Wart Jr. - So, so gross. Oh god.
Peewee - Scary ass gorilla.
Cobb - Cannibal zombie pig. Please leave the undeath and go into permanent death. Please. Please.
Barold - Mm, this one's a given as well.
Chester - AUGH. HORRID. Apparently he has that weird gritted-teeth look like Chow and that's just. No. Get out. Forever.
Pietro - No clowns around me unless you're the Joker.
Tabby - Her face. No ty.
Jambette - ... Well, I think this one's a given.

This was VERY hard to narrow down, and honestly I could list a hell of a lot more. I didn't order them because I'm not very good at ordering things. I wanted to put Anicotti and Greta because I'm really afraid of mice villagers s: But you only let me have ten. Anyway this is just a teensy little list of the sheer magnitude of villagers I dislike hahaha


----------



## cIementine (Apr 11, 2014)

Shirohibiki said:


> Cesar - Scary ass gorilla.
> Chow - Haunted me for months. Has terrifying expressions. Get the **** away from me forever. Restraining order pls
> Wart Jr. - So, so gross. Oh god.
> Peewee - Scary ass gorilla.
> ...



*I think 75% of Animal crossing villagers are a disaster.*


----------



## Nanami Chiaki (Apr 11, 2014)

ALLCAPS said:


> Hmm, I'm trying to see how Mira's design is cluttered. This isn't me opposing your opinion or anything, I'm honestly curious because that's the first time I've heard it about Mira. Can you explain how her design is cluttered, please? O:
> 
> As for your question-- who even does that? And why??? liek?? idgi
> 
> That's way too concerned about villagers you won't even meet or whatever because you can only have a max of 10??? wOT



Yeah I've seen people post on the thread like "oh you should get this villager he's my 48th favorite overall" and i'm like JESUS CHRIST???? WHAT ARE YOU DOING.

Also that's just something I've remembered from seeing her in-campsite. She didn't stick around but I remember thinking it. I think it was the colors and her whole mask thing, along with her starting shirt and the star on the back of her head made me think yeah, no... I thought that about a few uchis, actually, and I ended up settling for deirdre as my uchi dreamie.


----------



## Shirohibiki (Apr 11, 2014)

Nanami Chiaki said:


> *I actually like Tiffany and Monique.* It always irks me when people make fun of villagers like Tiffany and they're like "looool she's a stripper/hooker/whatever." _Just shut up,_ She's a badass rabbit and I loved having her in my town. Monique was my snooty in WW and we were best friends.
> 
> After scrolling through the list, I don't like Hans (and most gorillas) Lionel, Rory (omf grossest lion), Hopper, Rolf (i have them both and they scare me), Olaf, The superheroes (besides kid cat. Mira's design is waaay too cluttered) and Harry.
> 
> *ALSO QUESTION*: Do people really keep a list of every single villager from favorite to least favorite? Like, _oh I moved up Marshal 33 spots today_-DO YOU REALLY keep a list of your top 333 villagers. Why.
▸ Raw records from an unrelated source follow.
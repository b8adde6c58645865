"""Dumitrescu–Hurlin panel Granger non-causality test, with a bootstrap for cross-sectional dependence.

References
----------
dumitrescuhurlin2012 : Dumitrescu, E.-I. & Hurlin, C. (2012). Testing for Granger non-causality in
    heterogeneous panels. Economic Modelling 29(4), 1450–1460.
"""

from __future__ import annotations

import math
from collections.abc import Sequence
from typing import Any

import numpy as np
from scipy import stats

from evidence._typing import DEFAULT_SEED, Seed
from evidence._validation import check_choice, check_seed
from evidence.cointegration._data import (
    as_columns,
    batch_ols,
    lag_matrix,
    option_int,
    relation_block,
)
from evidence.errors import SpecError
from evidence.panel import Panel
from evidence.parallel import ExecutorLike, task_seeds, using_executor
from evidence.results import TestResult

__all__ = ["dumitrescu_hurlin_test", "unit_wald"]


def _designs(y: np.ndarray, x: np.ndarray, lags: int) -> tuple[np.ndarray, np.ndarray, np.ndarray]:
    """Target ``y_t`` and the restricted (constant, own lags) and full (plus lags of x) designs."""
    n_units = y.shape[0]
    own = lag_matrix(y, list(range(1, lags + 1)))[:, lags:]
    cross = lag_matrix(x, list(range(1, lags + 1)))[:, lags:]
    const = np.ones(own.shape[:2] + (1,))
    restricted = np.concatenate([const, own], axis=2)
    del n_units
    return y[:, lags:], restricted, np.concatenate([restricted, cross], axis=2)


def unit_wald(y: np.ndarray, x: np.ndarray, lags: int) -> np.ndarray:
    """Each unit's Wald statistic of ``β_i = 0`` in ``y_t = a + Σ γ_k y_t-k + Σ β_k x_t-k + e_t``.

    ``W_i = (SSR_r - SSR_u) / (SSR_u / (T - 2K - 1))`` with ``T`` the regression sample, which is
    the quadratic form ``β' [s² (Z'Z)^-1]_ββ^-1 β`` with the degrees-of-freedom variance ``s²``.
    """
    target, restricted, full = _designs(y, x, lags)
    _, r_res, _ = batch_ols(target, restricted)
    _, u_res, _ = batch_ols(target, full)
    ssr_r, ssr_u = np.sum(r_res ** 2, axis=1), np.sum(u_res ** 2, axis=1)
    dof = target.shape[1] - 2 * lags - 1
    return (ssr_r - ssr_u) / (ssr_u / dof)


def _z_stats(w: np.ndarray, lags: int, n_years: int) -> tuple[float, float, float]:
    n_units = w.size
    w_bar = float(np.mean(w))
    z_bar = math.sqrt(n_units / (2 * lags)) * (w_bar - lags)
    if n_years > 5 + 3 * lags:
        t, k = n_years, lags
        z_tilde = (math.sqrt(n_units / (2 * k) * (t - 3 * k - 5) / (t - 2 * k - 3))
                   * ((t - 3 * k - 3) / (t - 3 * k - 1) * w_bar - k))
    else:
        z_tilde = math.nan
    return w_bar, z_bar, z_tilde


def _bootstrap_task(task: dict[str, Any]) -> float:
    """One replication: AR(K) null model per unit, residuals resampled by blocks of whole periods."""
    rng = np.random.default_rng(task["seed"])
    coef, resid, y0, x, lags, block = (task[k] for k in ("coef", "resid", "y0", "x", "lags", "block"))
    n_units, n_res = resid.shape
    n_years = x.shape[1]
    n_new = n_years - lags
    # circular blocks: every period equally likely, so the draws keep the pool's zero mean
    starts = rng.integers(0, n_res, size=n_new // block + 1)
    draw = ((starts[:, None] + np.arange(block)[None, :]) % n_res).ravel()[:n_new]
    e = resid[:, draw]
    y = np.empty((n_units, n_years))
    y[:, :lags] = y0
    for t in range(lags, n_years):
        y[:, t] = coef[:, 0] + np.einsum("nk,nk->n", coef[:, 1:], y[:, t - lags:t][:, ::-1]) + e[:, t - lags]
    w = unit_wald(y, x, lags)
    return _z_stats(w, lags, n_years)[1]


def dumitrescu_hurlin_test(panel: Panel, dependent: str, regressors: str | Sequence[str], *,
                           lags: int = 1, inference: str | None = None, reps: int = 499,
                           block_length: int | None = None, seed: Seed = DEFAULT_SEED,
                           executor: ExecutorLike = "serial") -> TestResult:
    """Dumitrescu–Hurlin test of Granger non-causality from a regressor to ``dependent``.

    H0: the regressor does not Granger-cause ``dependent`` in any unit. H1: it does in some units.

    Parameters
    ----------
    panel, dependent, regressors
        The panel, the caused column and the causing column (one name; use stationary series,
        e.g. growth rates made with ``panel.with_growth``).
    lags : int
        Lag order K of both variables (the same in every unit).
    inference : {"asymptotic", "bootstrap"}, optional
        p-value of Z-bar tilde from the normal (the default), or of Z-bar from a bootstrap that keeps
        cross-sectional dependence (``reps`` replications); the asymptotic p-values stay in
        ``details``.
    reps, block_length, seed, executor
        Bootstrap replications, block length of the resampled periods (default 1: periods drawn
        one by one), the seed and the executor (:mod:`evidence.parallel`).

    Returns
    -------
    TestResult
        ``statistic`` is Z-bar tilde when ``T > 5 + 3K`` (else Z-bar); ``details`` holds W-bar,
        Z-bar, Z-bar tilde, their p-values and each unit's Wald statistic.

    Notes
    -----
    ``W-bar = N^-1 Σ W_i`` with ``W_i`` the unit Wald statistics (:func:`unit_wald`);
    ``Z-bar = sqrt(N/(2K)) (W-bar - K)``; ``Z-bar tilde = sqrt(N/(2K) (T-3K-5)/(T-2K-3))
    ((T-3K-3)/(T-3K-1) W-bar - K)`` with ``T`` the number of periods (each unit regression
    uses the ``T - K`` after the first K, so ``W_i`` is K times an F(K, T-3K-1)); both N(0,1) under H0
    (right tail). The bootstrap fits the AR(K) null model to each unit, resamples blocks of whole
    periods of the residual vectors (all units together), rebuilds ``y`` from its first K values
    with ``x`` held fixed and recomputes Z-bar; p-value ``(1 + #{Z* >= Z}) / (B + 1)``.

    References
    ----------
    dumitrescuhurlin2012 (see the module docstring).

    Examples
    --------
    >>> import evidence as ev
    >>> panel = ev.demo_panel().with_growth("ghg_territorial", name="g_ghg").with_growth(
    ...     "gdp", name="g_gdp")
    >>> res = dumitrescu_hurlin_test(panel, "g_ghg", "g_gdp", lags=1)
    >>> res.details["units"], len(res.details["unit_wald"])
    (30, 30)
    """
    lags = option_int("lags", lags, 1)
    inference = check_choice("inference", inference or "asymptotic", ("asymptotic", "bootstrap"))
    reps = option_int("reps", reps, 1)
    length = option_int("block_length", block_length, 1, default=1)
    seed = check_seed(seed)
    cols = as_columns(regressors)
    if len(cols) != 1:
        raise SpecError(f"regressors={list(cols)}: the test is for one causing variable; give one "
                        "column.")
    cause = cols[0]
    block = relation_block(panel, dependent, cols, min_years=3 * lags + 3,
                           purpose=f"dumitrescu_hurlin_test with lags={lags}")
    yv, xv = block.y, block.x[:, :, 0]
    nobs = block.n_years - lags
    w = unit_wald(yv, xv, lags)
    w_bar, z_bar, z_tilde = _z_stats(w, lags, block.n_years)
    p_bar, p_tilde = float(stats.norm.sf(z_bar)), float(stats.norm.sf(z_tilde))
    warnings = []
    if math.isnan(z_tilde):
        warnings.append(f"T={block.n_years} is not above 5 + 3K = {5 + 3 * lags}: Z-bar tilde is not defined; "
                        f"the statistic is Z-bar.")
    details: dict[str, Any] = {"lags": lags, "inference": inference, "w_bar": w_bar,
                               "z_bar": z_bar, "z_bar_pvalue": p_bar,
                               "z_bar_tilde": z_tilde, "z_bar_tilde_pvalue": p_tilde,
                               "unit_wald": dict(zip(block.units, w.tolist())),
                               "unit_pvalues": dict(zip(block.units, stats.chi2.sf(w, lags).tolist())),
                               "units": block.n_units, "years": block.span,
                               "excluded": block.excluded}
    statistic, pvalue = (z_bar, p_bar) if math.isnan(z_tilde) else (z_tilde, p_tilde)
    if inference == "bootstrap":
        target, restricted, _ = _designs(yv, xv, lags)
        coef, resid, _ = batch_ols(target, restricted)
        resid = resid - resid.mean(axis=1, keepdims=True)
        tasks = [{"seed": s, "coef": coef, "resid": resid, "y0": yv[:, :lags], "x": xv,
                  "lags": lags, "block": length} for s in task_seeds(seed, reps)]
        with using_executor(executor) as runner:
            draws = np.asarray(runner.map(_bootstrap_task, tasks))
        boot_p = float((1 + np.sum(draws >= z_bar)) / (reps + 1))
        details.update({"reps": reps, "block_length": length, "bootstrap_pvalue": boot_p,
                        "seed": seed if isinstance(seed, int) else "generator",
                        "bootstrap_critical_values": {str(a): float(np.quantile(draws, 1 - a))
                                                      for a in (0.01, 0.05, 0.10)}})
        statistic, pvalue = z_bar, boot_p
    crit = {a: float(stats.norm.isf(a)) for a in (0.01, 0.05, 0.10)}
    return TestResult(test="Dumitrescu-Hurlin", statistic=statistic, pvalue=pvalue,
                      critical_values=crit,
                      null=f"{cause} does not Granger-cause {dependent} in any unit",
                      alternative=f"{cause} Granger-causes {dependent} in some units",
                      nobs=block.n_units * nobs, details=details, reference="dumitrescuhurlin2012",
                      warnings=tuple(warnings))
The people that make fun of villagers for those reasons are slutshaming and are purely incorrect and disgusting. That's an inaccurate/misinformed reason to dislike a villager. I had Tiffany and I sorta liked her but her expression kinda scared me a little. Monique just terrifies me. Judging should not be on clothes in that fashion. Most people dislike them for real reasons, though you'll find the odd little screwball that wants to slutshame for no reason here and there. Anyway, was just making a note of that.  People can dislike them, but when it turns into that discussion it's incorrect.

- - - Post Merge - - -



MayorAvalon said:


> *I think 75% of Animal crossing villagers are a disaster.*



honestly same


----------



## Nanami Chiaki (Apr 11, 2014)

Shirohibiki said:


> The people that make fun of villagers for those reasons are slutshaming and are purely incorrect and disgusting. That's an inaccurate/misinformed reason to dislike a villager. I had Tiffany and I sorta liked her but her expression kinda scared me a little. Monique just terrifies me. Judging should not be on clothes in that fashion. Most people dislike them for real reasons, though you'll find the odd little screwball that wants to slutshame for no reason here and there. Anyway, was just making a note of that.  People can dislike them, but when it turns into that discussion it's incorrect.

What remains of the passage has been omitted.